**TASK ITEM:**
Copy every line from the records below that carries the word "loads".

[DATASET RECORDS — start]

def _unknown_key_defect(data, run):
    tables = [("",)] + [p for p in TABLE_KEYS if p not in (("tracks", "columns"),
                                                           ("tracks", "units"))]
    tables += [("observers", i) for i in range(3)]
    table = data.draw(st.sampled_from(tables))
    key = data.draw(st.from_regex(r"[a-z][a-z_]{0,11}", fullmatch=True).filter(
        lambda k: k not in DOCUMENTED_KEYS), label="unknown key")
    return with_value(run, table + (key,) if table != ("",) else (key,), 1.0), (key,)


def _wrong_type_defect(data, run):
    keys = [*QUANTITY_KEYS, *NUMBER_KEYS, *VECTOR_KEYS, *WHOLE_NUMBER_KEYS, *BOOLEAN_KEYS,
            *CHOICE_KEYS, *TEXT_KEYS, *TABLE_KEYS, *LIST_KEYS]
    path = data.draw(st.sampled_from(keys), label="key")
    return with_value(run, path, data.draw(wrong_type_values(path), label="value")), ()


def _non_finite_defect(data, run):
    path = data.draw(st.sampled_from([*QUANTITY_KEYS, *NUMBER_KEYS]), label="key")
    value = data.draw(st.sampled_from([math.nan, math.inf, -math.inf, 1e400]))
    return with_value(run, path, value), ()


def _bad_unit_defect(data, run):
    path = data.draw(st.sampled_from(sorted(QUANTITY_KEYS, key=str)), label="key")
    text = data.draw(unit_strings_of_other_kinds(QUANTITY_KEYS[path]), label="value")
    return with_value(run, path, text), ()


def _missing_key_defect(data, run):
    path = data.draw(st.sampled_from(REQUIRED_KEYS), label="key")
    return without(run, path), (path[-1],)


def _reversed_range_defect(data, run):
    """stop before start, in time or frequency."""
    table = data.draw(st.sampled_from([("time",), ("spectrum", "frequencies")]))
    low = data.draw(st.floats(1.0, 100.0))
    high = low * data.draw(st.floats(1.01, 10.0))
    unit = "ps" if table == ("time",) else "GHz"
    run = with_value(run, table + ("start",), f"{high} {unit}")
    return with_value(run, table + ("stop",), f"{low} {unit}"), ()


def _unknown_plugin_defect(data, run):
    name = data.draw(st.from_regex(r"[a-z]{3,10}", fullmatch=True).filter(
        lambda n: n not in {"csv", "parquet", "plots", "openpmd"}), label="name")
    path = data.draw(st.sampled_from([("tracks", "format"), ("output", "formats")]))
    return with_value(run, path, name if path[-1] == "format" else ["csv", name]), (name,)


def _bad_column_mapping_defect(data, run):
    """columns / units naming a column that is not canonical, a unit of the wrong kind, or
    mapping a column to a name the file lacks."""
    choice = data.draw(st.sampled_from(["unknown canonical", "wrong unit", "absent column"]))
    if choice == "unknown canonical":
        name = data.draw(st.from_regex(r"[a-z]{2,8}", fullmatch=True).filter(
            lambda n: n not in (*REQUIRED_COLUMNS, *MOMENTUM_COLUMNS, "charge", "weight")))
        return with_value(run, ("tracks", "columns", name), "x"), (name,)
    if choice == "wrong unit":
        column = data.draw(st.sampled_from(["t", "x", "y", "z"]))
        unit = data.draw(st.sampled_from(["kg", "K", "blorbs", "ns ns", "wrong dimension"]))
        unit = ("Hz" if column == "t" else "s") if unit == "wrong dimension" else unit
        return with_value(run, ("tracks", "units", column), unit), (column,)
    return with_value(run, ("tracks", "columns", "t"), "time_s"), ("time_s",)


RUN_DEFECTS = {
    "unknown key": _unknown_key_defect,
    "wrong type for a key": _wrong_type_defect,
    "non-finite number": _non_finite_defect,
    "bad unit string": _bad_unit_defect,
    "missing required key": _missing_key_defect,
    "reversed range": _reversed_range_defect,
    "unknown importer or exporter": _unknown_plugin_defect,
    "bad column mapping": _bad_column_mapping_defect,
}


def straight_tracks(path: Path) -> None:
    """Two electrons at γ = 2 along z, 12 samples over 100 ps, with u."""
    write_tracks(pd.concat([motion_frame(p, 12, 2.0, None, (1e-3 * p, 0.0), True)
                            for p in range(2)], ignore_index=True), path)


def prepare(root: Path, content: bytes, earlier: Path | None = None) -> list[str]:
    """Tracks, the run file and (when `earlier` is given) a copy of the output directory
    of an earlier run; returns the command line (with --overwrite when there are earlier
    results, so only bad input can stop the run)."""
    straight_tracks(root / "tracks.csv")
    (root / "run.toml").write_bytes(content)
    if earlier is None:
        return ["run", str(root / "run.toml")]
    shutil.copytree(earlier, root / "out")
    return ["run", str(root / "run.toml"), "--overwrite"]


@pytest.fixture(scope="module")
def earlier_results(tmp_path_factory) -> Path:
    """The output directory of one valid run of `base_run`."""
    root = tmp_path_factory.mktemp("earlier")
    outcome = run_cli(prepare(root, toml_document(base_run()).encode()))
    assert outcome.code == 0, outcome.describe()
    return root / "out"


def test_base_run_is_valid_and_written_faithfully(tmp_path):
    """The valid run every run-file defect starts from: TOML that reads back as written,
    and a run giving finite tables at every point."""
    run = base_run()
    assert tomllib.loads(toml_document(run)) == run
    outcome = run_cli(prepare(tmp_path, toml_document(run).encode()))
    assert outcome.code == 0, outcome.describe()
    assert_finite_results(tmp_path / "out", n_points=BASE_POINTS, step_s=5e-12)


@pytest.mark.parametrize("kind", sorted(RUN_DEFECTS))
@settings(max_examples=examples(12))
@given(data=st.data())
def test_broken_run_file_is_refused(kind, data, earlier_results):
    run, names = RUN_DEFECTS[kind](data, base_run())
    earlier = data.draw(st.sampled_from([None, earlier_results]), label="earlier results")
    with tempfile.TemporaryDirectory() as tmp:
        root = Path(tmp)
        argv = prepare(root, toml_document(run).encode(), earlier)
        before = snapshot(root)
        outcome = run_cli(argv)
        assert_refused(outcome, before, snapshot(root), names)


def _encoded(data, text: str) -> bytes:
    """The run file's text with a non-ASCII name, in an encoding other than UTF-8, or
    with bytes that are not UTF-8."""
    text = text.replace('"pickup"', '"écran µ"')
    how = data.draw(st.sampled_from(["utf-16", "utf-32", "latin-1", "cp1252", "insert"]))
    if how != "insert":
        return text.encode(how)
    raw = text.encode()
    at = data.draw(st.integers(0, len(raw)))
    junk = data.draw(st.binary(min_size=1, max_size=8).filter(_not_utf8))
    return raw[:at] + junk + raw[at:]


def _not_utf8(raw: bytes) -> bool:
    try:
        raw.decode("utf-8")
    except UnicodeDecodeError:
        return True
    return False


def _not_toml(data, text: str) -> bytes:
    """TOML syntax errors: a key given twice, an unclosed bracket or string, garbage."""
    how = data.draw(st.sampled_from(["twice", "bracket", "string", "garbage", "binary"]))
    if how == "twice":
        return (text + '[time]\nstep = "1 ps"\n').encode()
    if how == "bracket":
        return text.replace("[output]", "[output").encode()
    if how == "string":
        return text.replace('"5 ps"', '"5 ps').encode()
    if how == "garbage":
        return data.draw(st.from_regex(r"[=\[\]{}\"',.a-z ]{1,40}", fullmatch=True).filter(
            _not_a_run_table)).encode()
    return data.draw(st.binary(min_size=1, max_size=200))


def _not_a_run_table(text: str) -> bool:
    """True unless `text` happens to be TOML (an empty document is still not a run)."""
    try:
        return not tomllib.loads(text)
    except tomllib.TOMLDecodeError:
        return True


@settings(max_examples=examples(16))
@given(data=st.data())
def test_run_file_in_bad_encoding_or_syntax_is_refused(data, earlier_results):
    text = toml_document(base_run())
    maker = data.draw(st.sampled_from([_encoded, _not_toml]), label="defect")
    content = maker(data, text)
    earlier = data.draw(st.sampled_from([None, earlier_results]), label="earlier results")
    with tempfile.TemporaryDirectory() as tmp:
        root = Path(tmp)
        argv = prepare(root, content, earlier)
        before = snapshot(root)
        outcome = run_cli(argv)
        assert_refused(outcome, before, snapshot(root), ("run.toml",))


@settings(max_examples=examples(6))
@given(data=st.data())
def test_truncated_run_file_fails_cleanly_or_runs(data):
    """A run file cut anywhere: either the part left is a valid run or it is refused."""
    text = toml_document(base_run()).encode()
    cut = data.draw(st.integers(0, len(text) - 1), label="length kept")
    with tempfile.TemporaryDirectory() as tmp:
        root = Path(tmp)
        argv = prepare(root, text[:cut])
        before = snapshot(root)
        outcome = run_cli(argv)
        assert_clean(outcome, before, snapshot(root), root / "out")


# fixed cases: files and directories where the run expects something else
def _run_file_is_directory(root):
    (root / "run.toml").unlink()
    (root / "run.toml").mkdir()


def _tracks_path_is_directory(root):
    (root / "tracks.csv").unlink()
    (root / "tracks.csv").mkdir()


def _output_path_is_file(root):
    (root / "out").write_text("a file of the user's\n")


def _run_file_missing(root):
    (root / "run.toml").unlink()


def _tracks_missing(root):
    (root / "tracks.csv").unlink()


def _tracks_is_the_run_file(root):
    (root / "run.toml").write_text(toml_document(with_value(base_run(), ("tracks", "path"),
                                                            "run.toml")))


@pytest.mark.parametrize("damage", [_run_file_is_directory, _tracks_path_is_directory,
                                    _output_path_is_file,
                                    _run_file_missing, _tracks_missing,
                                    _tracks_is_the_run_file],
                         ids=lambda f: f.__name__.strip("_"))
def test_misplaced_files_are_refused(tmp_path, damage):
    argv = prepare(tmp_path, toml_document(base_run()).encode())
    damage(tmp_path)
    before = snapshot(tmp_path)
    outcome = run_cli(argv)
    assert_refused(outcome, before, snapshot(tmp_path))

[DATASET RECORDS — finish]

**TASK OUTPUT:**
    assert tomllib.loads(toml_document(run)) == run
        return not tomllib.loads(text)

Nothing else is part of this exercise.